**What is expected**. Across the following data, how many lines include the string "hand"? Reply with the number and nothing more.

[Saved entries]
== == ==

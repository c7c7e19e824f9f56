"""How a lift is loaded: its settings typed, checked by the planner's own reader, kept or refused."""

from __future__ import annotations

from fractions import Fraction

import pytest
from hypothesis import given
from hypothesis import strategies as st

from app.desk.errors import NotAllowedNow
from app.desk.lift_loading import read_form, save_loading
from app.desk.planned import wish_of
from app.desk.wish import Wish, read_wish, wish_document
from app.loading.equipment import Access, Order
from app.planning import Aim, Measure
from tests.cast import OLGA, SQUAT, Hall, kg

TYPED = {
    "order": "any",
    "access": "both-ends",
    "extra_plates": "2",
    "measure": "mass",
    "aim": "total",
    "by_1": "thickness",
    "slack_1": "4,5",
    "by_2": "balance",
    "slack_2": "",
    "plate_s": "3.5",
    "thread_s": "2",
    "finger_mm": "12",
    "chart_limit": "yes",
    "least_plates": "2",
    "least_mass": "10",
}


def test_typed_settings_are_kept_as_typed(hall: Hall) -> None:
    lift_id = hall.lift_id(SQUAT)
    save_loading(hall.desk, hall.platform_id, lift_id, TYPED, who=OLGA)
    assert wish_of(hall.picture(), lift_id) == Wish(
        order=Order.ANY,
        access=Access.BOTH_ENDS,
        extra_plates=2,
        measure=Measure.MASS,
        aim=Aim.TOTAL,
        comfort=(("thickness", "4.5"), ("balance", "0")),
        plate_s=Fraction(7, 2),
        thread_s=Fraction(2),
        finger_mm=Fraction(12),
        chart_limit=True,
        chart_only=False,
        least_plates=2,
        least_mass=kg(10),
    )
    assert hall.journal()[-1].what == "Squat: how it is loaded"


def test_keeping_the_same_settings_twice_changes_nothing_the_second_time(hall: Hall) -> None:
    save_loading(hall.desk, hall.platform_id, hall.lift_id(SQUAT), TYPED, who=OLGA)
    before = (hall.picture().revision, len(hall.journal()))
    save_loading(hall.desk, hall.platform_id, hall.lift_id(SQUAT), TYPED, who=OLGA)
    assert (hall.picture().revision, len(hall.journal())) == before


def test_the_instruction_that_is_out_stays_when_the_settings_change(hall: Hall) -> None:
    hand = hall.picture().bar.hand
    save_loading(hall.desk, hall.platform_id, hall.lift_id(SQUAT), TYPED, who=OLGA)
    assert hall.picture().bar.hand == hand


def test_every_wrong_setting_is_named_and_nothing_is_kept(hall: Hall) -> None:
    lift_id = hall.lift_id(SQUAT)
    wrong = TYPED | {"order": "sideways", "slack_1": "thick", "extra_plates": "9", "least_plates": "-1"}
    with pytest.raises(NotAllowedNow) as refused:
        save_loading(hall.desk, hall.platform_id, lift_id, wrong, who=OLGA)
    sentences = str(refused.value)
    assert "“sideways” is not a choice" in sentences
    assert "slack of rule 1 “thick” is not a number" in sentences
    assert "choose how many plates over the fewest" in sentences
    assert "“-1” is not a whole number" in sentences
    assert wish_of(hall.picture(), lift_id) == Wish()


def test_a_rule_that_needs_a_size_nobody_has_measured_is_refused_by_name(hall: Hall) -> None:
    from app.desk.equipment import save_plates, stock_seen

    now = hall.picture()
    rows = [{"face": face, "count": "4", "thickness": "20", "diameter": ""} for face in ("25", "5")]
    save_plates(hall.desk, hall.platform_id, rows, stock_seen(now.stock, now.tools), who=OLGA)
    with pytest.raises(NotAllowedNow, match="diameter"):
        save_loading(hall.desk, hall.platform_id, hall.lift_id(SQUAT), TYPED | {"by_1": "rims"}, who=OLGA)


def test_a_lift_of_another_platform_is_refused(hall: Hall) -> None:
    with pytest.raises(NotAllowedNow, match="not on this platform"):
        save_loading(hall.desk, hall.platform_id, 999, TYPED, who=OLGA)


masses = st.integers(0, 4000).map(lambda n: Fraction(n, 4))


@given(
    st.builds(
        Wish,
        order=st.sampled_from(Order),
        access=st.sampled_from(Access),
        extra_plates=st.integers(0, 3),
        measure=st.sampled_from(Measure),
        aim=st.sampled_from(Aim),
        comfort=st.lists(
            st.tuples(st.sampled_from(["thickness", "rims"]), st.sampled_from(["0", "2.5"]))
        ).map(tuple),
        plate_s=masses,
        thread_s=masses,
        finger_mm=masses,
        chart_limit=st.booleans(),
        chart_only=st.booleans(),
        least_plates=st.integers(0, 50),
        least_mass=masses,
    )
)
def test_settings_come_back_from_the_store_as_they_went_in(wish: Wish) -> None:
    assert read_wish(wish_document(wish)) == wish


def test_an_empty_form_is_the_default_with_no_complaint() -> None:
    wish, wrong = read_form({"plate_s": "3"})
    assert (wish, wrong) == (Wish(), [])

== == ==

**Answer to the problem**. 2